--- Data for the task Enclosed Below ---

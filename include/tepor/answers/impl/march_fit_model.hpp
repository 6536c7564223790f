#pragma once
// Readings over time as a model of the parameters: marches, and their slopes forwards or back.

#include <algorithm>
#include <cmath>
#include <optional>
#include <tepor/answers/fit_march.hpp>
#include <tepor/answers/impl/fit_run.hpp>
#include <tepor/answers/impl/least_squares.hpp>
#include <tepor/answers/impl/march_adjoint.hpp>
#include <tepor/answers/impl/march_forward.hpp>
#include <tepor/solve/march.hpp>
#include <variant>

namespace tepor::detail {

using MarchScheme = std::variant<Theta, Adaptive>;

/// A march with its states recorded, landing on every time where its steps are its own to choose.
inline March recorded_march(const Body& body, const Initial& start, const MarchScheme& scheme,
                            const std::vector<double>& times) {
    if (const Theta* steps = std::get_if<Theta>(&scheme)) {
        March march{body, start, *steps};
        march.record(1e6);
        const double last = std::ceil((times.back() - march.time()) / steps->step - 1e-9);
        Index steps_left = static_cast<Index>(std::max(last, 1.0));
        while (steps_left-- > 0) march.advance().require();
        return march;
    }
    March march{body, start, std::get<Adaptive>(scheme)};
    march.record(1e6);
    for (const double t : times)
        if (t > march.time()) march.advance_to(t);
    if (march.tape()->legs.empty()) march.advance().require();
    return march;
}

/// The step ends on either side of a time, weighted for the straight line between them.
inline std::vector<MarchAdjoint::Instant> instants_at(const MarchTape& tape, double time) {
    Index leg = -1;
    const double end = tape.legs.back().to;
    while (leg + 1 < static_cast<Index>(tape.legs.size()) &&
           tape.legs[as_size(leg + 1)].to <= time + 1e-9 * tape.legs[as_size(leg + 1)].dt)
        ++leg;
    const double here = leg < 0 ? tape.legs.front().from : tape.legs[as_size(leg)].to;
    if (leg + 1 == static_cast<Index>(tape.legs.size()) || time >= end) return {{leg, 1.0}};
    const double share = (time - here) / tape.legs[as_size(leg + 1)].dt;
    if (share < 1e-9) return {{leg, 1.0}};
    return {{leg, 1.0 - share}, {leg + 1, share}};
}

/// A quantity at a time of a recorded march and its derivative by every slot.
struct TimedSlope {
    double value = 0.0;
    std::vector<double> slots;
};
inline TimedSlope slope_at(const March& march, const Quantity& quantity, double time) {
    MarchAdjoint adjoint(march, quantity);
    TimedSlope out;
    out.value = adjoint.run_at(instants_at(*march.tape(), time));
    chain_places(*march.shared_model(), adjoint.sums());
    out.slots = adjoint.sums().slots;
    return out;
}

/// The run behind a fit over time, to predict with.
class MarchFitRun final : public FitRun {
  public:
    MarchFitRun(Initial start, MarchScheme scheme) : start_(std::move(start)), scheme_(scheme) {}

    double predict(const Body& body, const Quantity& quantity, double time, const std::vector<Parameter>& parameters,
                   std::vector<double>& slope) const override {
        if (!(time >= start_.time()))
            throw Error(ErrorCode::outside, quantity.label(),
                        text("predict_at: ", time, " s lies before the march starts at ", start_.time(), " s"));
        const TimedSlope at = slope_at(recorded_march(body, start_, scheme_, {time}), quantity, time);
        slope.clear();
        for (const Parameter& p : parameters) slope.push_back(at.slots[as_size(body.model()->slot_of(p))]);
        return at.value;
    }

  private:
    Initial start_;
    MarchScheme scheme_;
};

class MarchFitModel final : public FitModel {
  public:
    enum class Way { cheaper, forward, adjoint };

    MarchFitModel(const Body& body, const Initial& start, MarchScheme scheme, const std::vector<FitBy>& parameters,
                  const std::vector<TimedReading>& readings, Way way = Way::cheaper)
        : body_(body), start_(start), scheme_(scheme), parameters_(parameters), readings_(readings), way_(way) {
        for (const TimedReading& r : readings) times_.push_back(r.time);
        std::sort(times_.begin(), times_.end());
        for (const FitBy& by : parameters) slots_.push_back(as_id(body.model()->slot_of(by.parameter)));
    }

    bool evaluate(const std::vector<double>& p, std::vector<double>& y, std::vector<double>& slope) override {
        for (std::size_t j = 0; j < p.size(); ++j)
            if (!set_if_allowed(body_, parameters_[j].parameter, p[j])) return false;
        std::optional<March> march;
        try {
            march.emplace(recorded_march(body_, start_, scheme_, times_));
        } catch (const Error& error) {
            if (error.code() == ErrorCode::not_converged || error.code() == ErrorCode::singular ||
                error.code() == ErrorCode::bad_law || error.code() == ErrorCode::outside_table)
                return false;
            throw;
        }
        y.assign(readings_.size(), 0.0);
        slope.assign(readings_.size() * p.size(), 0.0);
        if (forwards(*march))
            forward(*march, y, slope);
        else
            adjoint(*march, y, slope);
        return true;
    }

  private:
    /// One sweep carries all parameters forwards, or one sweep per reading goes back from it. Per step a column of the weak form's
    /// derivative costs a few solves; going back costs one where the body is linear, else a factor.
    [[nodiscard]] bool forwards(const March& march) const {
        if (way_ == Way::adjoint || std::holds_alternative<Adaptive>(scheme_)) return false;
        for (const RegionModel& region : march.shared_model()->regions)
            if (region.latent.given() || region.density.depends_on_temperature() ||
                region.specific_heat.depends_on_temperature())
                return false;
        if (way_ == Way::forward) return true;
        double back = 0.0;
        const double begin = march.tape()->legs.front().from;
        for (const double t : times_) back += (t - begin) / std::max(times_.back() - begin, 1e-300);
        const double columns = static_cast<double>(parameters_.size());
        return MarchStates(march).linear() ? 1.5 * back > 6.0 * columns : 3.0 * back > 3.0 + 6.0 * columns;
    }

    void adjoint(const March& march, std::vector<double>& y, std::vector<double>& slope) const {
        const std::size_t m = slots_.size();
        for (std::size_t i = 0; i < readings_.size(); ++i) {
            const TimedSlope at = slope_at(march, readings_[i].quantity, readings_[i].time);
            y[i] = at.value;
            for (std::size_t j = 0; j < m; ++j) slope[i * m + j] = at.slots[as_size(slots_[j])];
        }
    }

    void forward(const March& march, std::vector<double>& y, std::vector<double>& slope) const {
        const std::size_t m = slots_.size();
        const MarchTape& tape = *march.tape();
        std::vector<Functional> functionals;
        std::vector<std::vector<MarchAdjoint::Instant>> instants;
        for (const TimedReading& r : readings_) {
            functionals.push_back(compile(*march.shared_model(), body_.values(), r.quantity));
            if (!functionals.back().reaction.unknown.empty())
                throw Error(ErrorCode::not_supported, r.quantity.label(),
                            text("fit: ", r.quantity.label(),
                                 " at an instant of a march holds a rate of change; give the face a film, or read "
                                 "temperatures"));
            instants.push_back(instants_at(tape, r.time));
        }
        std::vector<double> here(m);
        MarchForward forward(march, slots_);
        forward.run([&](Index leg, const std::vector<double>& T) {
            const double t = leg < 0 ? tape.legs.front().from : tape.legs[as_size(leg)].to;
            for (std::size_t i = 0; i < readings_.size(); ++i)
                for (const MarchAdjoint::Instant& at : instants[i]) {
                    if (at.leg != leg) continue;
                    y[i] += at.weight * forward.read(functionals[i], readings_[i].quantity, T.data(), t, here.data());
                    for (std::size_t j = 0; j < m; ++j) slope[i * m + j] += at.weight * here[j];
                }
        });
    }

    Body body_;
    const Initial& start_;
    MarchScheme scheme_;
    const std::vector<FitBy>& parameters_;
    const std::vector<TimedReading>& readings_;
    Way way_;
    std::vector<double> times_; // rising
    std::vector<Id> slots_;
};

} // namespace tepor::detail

--- End of Enclosed Data for the task ---
--- Data for the task Enclosed Below ---

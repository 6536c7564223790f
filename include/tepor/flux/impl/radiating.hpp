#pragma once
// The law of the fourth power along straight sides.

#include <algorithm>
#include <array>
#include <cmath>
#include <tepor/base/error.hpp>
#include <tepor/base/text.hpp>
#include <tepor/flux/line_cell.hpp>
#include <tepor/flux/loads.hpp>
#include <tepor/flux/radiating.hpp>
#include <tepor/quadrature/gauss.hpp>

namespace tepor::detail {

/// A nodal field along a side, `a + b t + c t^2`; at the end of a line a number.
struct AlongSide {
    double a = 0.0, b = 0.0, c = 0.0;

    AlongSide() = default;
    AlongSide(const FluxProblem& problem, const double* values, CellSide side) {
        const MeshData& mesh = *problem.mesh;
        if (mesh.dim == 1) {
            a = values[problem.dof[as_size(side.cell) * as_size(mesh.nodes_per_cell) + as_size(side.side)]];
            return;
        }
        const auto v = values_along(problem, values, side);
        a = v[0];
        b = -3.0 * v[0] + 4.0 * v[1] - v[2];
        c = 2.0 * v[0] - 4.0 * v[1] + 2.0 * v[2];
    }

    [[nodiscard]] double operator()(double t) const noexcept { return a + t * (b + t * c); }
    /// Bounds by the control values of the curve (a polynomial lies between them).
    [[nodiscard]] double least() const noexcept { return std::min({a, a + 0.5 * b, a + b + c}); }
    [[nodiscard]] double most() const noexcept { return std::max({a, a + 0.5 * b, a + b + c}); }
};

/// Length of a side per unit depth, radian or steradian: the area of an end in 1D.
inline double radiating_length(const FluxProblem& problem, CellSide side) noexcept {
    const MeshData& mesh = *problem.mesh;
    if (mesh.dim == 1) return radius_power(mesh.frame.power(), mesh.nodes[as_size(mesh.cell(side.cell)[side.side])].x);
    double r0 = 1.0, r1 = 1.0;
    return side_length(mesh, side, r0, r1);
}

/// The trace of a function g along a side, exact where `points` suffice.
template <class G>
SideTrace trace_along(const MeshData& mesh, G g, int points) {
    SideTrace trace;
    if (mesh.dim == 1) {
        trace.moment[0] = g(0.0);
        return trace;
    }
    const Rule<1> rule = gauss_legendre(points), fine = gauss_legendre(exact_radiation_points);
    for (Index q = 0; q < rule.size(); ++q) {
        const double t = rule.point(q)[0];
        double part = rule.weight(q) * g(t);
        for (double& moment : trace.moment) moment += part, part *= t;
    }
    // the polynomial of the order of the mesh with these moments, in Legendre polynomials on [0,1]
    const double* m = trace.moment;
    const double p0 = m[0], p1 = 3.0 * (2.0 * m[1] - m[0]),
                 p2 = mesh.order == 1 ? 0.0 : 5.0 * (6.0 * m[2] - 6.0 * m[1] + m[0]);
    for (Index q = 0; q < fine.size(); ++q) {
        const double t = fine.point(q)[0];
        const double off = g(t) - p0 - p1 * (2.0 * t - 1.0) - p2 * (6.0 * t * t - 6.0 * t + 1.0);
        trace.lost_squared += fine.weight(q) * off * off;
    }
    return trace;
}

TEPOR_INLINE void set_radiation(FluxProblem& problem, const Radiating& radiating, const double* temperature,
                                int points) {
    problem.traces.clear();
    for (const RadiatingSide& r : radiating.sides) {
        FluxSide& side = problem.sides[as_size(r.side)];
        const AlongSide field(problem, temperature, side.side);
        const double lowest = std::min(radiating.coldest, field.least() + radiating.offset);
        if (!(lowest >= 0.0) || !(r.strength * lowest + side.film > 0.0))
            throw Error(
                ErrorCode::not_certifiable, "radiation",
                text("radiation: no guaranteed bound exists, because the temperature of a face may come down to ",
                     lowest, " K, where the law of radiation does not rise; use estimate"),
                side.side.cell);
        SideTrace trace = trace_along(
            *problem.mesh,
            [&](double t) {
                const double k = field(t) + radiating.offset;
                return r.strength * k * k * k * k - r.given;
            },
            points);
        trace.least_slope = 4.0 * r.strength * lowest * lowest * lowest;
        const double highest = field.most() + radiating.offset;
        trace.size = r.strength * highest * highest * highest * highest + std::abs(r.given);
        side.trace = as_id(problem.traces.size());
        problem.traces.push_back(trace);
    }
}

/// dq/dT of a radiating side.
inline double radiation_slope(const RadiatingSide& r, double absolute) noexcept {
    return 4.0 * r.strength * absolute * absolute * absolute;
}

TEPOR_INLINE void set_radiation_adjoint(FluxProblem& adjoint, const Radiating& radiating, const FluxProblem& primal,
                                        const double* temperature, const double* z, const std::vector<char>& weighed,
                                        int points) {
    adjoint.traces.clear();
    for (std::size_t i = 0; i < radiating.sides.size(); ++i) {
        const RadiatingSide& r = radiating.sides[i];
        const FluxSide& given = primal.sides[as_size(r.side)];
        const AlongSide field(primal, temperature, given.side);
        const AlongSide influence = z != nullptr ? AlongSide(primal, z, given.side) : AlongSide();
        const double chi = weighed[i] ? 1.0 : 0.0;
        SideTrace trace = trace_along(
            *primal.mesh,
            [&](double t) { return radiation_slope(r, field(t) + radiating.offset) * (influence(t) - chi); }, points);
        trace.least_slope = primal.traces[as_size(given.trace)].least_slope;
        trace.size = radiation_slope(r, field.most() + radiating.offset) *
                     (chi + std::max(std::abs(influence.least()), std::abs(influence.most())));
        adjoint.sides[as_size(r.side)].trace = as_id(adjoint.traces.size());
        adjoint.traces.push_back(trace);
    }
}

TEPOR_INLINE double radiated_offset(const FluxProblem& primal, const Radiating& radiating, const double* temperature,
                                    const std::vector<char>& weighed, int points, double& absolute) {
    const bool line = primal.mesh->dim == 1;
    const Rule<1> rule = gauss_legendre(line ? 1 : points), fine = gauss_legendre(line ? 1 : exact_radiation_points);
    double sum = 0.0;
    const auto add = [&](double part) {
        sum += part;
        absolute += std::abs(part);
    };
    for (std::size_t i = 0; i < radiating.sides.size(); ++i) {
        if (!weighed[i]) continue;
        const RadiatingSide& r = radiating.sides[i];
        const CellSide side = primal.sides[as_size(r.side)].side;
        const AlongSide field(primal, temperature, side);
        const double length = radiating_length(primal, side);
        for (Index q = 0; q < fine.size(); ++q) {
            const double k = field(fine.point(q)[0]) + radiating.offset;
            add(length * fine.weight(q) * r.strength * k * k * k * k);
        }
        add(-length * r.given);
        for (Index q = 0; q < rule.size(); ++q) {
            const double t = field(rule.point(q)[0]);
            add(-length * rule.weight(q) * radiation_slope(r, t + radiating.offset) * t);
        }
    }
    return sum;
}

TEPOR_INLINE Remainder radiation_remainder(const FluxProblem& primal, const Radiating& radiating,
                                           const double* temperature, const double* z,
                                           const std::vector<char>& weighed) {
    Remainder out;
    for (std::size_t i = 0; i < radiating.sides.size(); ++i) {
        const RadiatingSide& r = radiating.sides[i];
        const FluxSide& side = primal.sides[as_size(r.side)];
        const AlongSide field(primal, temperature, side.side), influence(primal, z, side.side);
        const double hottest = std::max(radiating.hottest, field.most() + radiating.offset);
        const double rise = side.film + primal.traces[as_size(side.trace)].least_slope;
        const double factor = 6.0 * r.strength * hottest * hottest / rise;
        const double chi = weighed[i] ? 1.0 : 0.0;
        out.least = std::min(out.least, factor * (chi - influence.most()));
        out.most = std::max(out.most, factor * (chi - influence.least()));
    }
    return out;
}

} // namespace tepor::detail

--- End of Enclosed Data for the task ---

### Task description:
When a line in the records holds the string "them", copy that line.

### Written response:
/// The step ends on either side of a time, weighted for the straight line between them.
    /// Bounds by the control values of the curve (a polynomial lies between them).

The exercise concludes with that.